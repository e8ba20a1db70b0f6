import type {
  AngleDimensions,
  ChannelDimensions,
  IDimensions,
  OutlineDimensions,
  SectionDimensions,
  TaperedChannelDimensions,
  TaperedIDimensions,
  TeeDimensions,
  TubeDimensions,
} from './dimensions';
import { ringFaults } from './ring-faults';

type FlangedDimensions =
  | IDimensions
  | ChannelDimensions
  | TeeDimensions
  | TaperedIDimensions
  | TaperedChannelDimensions;

export type DimensionFault = { dimension: string; message: string };

const positive = (entries: readonly (readonly [string, number])[]): DimensionFault[] =>
  entries
    .filter(([, value]) => !(value > 0 && Number.isFinite(value))) // !(>) also catches NaN
    .map(([dimension]) => ({ dimension, message: `${dimension} must be more than 0` }));

function flangedFaults(d: FlangedDimensions): DimensionFault[] {
  const faults = positive([
    ['h', d.h],
    ['b', d.b],
    ['tw', d.tw],
    ['tf', d.tf],
  ]);
  if (!(d.r >= 0)) faults.push({ dimension: 'r', message: 'r must not be negative' });
  if (faults.length > 0) return faults;
  const flanges = d.shape === 'tee' ? 1 : 2;
  if (flanges * (d.tf + d.r) >= d.h)
    faults.push({ dimension: 'h', message: 'flanges and root radii fill the depth' });
  const roots = d.shape === 'channel' || d.shape === 'tapered_channel' ? 1 : 2;
  if (d.tw + roots * d.r > d.b) {
    faults.push({ dimension: 'b', message: 'web and root radii are wider than the flange' });
  }
  return 'slope' in d ? [...faults, ...taperFaults(d)] : faults;
}

const STEEPEST = 0.5; // of flanges that are still rolled: beyond it the radii no longer fit

function taperFaults(d: TaperedIDimensions | TaperedChannelDimensions): DimensionFault[] {
  const outstand = d.shape === 'tapered_i' ? (d.b - d.tw) / 2 : d.b - d.tw;
  const faults: DimensionFault[] = [];
  if (!(d.slope > 0 && d.slope <= STEEPEST))
    faults.push({ dimension: 'slope', message: 'slope must be more than 0 and at most 0.5' });
  if (!(d.at >= 0 && d.at <= outstand))
    faults.push({ dimension: 'at', message: 'tf must be measured on the outstanding flange' });
  if (!(d.toe >= 0)) faults.push({ dimension: 'toe', message: 'toe must not be negative' });
  if (faults.length > 0) return faults;
  if (d.tf - d.slope * d.at < d.toe)
    faults.push({ dimension: 'toe', message: 'the flange is thinner at its tip than the toe radius' });
  if (2 * (d.tf + d.slope * (outstand - d.at) + d.r) >= d.h)
    faults.push({ dimension: 'h', message: 'flanges and root radii fill the depth' });
  return faults;
}

function angleFaults(d: AngleDimensions): DimensionFault[] {
  const faults = positive([
    ['h', d.h],
    ['b', d.b],
    ['t', d.t],
  ]);
  for (const dimension of ['r', 'toe'] as const)
    if (!(d[dimension] >= 0)) faults.push({ dimension, message: `${dimension} must not be negative` });
  if (faults.length > 0) return faults;
  if (d.toe > d.t) faults.push({ dimension: 'toe', message: 'the toe radius is larger than the thickness' });
  if (d.t + d.r + d.toe > Math.min(d.h, d.b))
    faults.push({ dimension: 't', message: 'thickness and radii are more than the leg' });
  return faults;
}

function outlineFaults(d: OutlineDimensions): DimensionFault[] {
  const faults = positive([['t', d.t]]);
  for (const dimension of ['j', 'iw'] as const)
    if (!(d[dimension] >= 0)) faults.push({ dimension, message: `${dimension} must not be negative` });
  if (d.rings.length === 0 || d.rings.some((ring) => ring.length < 3))
    return [...faults, { dimension: 'rings', message: 'a ring needs three corners or more' }];
  if (d.parts && d.parts.reduce((sum, part) => sum + part.rings, 0) !== d.rings.length)
    return [...faults, { dimension: 'parts', message: 'every ring must be of one part' }];
  if (!d.rings.flat().every(({ z, y, r }) => Number.isFinite(z) && Number.isFinite(y) && r >= 0))
    return [
      ...faults,
      { dimension: 'rings', message: 'every corner needs two places, and a radius of 0 or more' },
    ];
  return [...faults, ...ringFaults(d.rings)];
}

function tubeFaults(d: TubeDimensions): DimensionFault[] {
  const faults = positive([
    ['h', d.h],
    ['b', d.b],
    ['t', d.t],
  ]);
  const least = Math.min(d.h, d.b);
  if (2 * d.t >= least) faults.push({ dimension: 't', message: 'the walls fill the tube' });
  if (!(d.ro >= 0 && d.ri >= 0 && 2 * d.ro <= least && 2 * (d.ri + d.t) <= least)) {
    faults.push({ dimension: 'ro', message: 'the corner radii do not fit into the tube' });
  }
  return faults;
}

/** Why a section with these dimensions cannot exist; empty where it can. */
export function dimensionFaults(d: SectionDimensions): DimensionFault[] {
  switch (d.shape) {
    case 'i':
    case 'channel':
    case 'tee':
    case 'tapered_i':
    case 'tapered_channel':
      return flangedFaults(d);
    case 'angle':
      return angleFaults(d);
    case 'rhs':
    case 'shs':
      return tubeFaults(d);
    case 'chs': {
      const faults = positive([
        ['d', d.d],
        ['t', d.t],
      ]);
      return 2 * d.t > d.d ? [...faults, { dimension: 't', message: 'the walls fill the tube' }] : faults;
    }
    case 'rectangle':
      return positive([
        ['h', d.h],
        ['b', d.b],
      ]);
    case 'round':
      return positive([['d', d.d]]);
    case 'outline':
      return outlineFaults(d);
    case 'values':
      return positive(
        (['h', 'b', 't', 'area', 'iMajor', 'iMinor', 'wElMajor', 'wElMinor', 'shearArea'] as const).map(
          (name) => [name, d[name]] as const,
        ),
      );
  }
}

export class ImpossibleSection extends Error {
  constructor(readonly faults: readonly DimensionFault[]) {
    super(faults.map((fault) => fault.message).join('; '));
    this.name = 'ImpossibleSection';
  }
}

★ ★ ★ ★ ★ ★ ★

Problem requirements
Please copy each entry. Leave nothing out.

Output for this exercise
repository e8ba20a1db70b0f6
import type {
  AngleDimensions,
  ChannelDimensions,
  IDimensions,
  OutlineDimensions,
  SectionDimensions,
  TaperedChannelDimensions,
  TaperedIDimensions,
  TeeDimensions,
  TubeDimensions,
} from './dimensions';
import { ringFaults } from './ring-faults';

type FlangedDimensions =
  | IDimensions
  | ChannelDimensions
  | TeeDimensions
  | TaperedIDimensions
  | TaperedChannelDimensions;

export type DimensionFault = { dimension: string; message: string };

const positive = (entries: readonly (readonly [string, number])[]): DimensionFault[] =>
  entries
    .filter(([, value]) => !(value > 0 && Number.isFinite(value))) // !(>) also catches NaN
    .map(([dimension]) => ({ dimension, message: `${dimension} must be more than 0` }));

function flangedFaults(d: FlangedDimensions): DimensionFault[] {
  const faults = positive([
    ['h', d.h],
    ['b', d.b],
    ['tw', d.tw],
    ['tf', d.tf],
  ]);
  if (!(d.r >= 0)) faults.push({ dimension: 'r', message: 'r must not be negative' });
  if (faults.length > 0) return faults;
  const flanges = d.shape === 'tee' ? 1 : 2;
  if (flanges * (d.tf + d.r) >= d.h)
    faults.push({ dimension: 'h', message: 'flanges and root radii fill the depth' });
  const roots = d.shape === 'channel' || d.shape === 'tapered_channel' ? 1 : 2;
  if (d.tw + roots * d.r > d.b) {
    faults.push({ dimension: 'b', message: 'web and root radii are wider than the flange' });
  }
  return 'slope' in d ? [...faults, ...taperFaults(d)] : faults;
}

const STEEPEST = 0.5; // of flanges that are still rolled: beyond it the radii no longer fit

function taperFaults(d: TaperedIDimensions | TaperedChannelDimensions): DimensionFault[] {
  const outstand = d.shape === 'tapered_i' ? (d.b - d.tw) / 2 : d.b - d.tw;
  const faults: DimensionFault[] = [];
  if (!(d.slope > 0 && d.slope <= STEEPEST))
    faults.push({ dimension: 'slope', message: 'slope must be more than 0 and at most 0.5' });
  if (!(d.at >= 0 && d.at <= outstand))
    faults.push({ dimension: 'at', message: 'tf must be measured on the outstanding flange' });
  if (!(d.toe >= 0)) faults.push({ dimension: 'toe', message: 'toe must not be negative' });
  if (faults.length > 0) return faults;
  if (d.tf - d.slope * d.at < d.toe)
    faults.push({ dimension: 'toe', message: 'the flange is thinner at its tip than the toe radius' });
  if (2 * (d.tf + d.slope * (outstand - d.at) + d.r) >= d.h)
    faults.push({ dimension: 'h', message: 'flanges and root radii fill the depth' });
  return faults;
}

function angleFaults(d: AngleDimensions): DimensionFault[] {
  const faults = positive([
    ['h', d.h],
    ['b', d.b],
    ['t', d.t],
  ]);
  for (const dimension of ['r', 'toe'] as const)
    if (!(d[dimension] >= 0)) faults.push({ dimension, message: `${dimension} must not be negative` });
  if (faults.length > 0) return faults;
  if (d.toe > d.t) faults.push({ dimension: 'toe', message: 'the toe radius is larger than the thickness' });
  if (d.t + d.r + d.toe > Math.min(d.h, d.b))
    faults.push({ dimension: 't', message: 'thickness and radii are more than the leg' });
  return faults;
}

function outlineFaults(d: OutlineDimensions): DimensionFault[] {
  const faults = positive([['t', d.t]]);
  for (const dimension of ['j', 'iw'] as const)
    if (!(d[dimension] >= 0)) faults.push({ dimension, message: `${dimension} must not be negative` });
  if (d.rings.length === 0 || d.rings.some((ring) => ring.length < 3))
    return [...faults, { dimension: 'rings', message: 'a ring needs three corners or more' }];
  if (d.parts && d.parts.reduce((sum, part) => sum + part.rings, 0) !== d.rings.length)
    return [...faults, { dimension: 'parts', message: 'every ring must be of one part' }];
  if (!d.rings.flat().every(({ z, y, r }) => Number.isFinite(z) && Number.isFinite(y) && r >= 0))
    return [
      ...faults,
      { dimension: 'rings', message: 'every corner needs two places, and a radius of 0 or more' },
    ];
  return [...faults, ...ringFaults(d.rings)];
}

function tubeFaults(d: TubeDimensions): DimensionFault[] {
  const faults = positive([
    ['h', d.h],
    ['b', d.b],
    ['t', d.t],
  ]);
  const least = Math.min(d.h, d.b);
  if (2 * d.t >= least) faults.push({ dimension: 't', message: 'the walls fill the tube' });
  if (!(d.ro >= 0 && d.ri >= 0 && 2 * d.ro <= least && 2 * (d.ri + d.t) <= least)) {
    faults.push({ dimension: 'ro', message: 'the corner radii do not fit into the tube' });
  }
  return faults;
}

/** Why a section with these dimensions cannot exist; empty where it can. */
export function dimensionFaults(d: SectionDimensions): DimensionFault[] {
  switch (d.shape) {
    case 'i':
    case 'channel':
    case 'tee':
    case 'tapered_i':
    case 'tapered_channel':
      return flangedFaults(d);
    case 'angle':
      return angleFaults(d);
    case 'rhs':
    case 'shs':
      return tubeFaults(d);
    case 'chs': {
      const faults = positive([
        ['d', d.d],
        ['t', d.t],
      ]);
      return 2 * d.t > d.d ? [...faults, { dimension: 't', message: 'the walls fill the tube' }] : faults;
    }
    case 'rectangle':
      return positive([
        ['h', d.h],
        ['b', d.b],
      ]);
    case 'round':
      return positive([['d', d.d]]);
    case 'outline':
      return outlineFaults(d);
    case 'values':
      return positive(
        (['h', 'b', 't', 'area', 'iMajor', 'iMinor', 'wElMajor', 'wElMinor', 'shearArea'] as const).map(
          (name) => [name, d[name]] as const,
        ),
      );
  }
}

export class ImpossibleSection extends Error {
  constructor(readonly faults: readonly DimensionFault[]) {
    super(faults.map((fault) => fault.message).join('; '));
    this.name = 'ImpossibleSection';
  }
}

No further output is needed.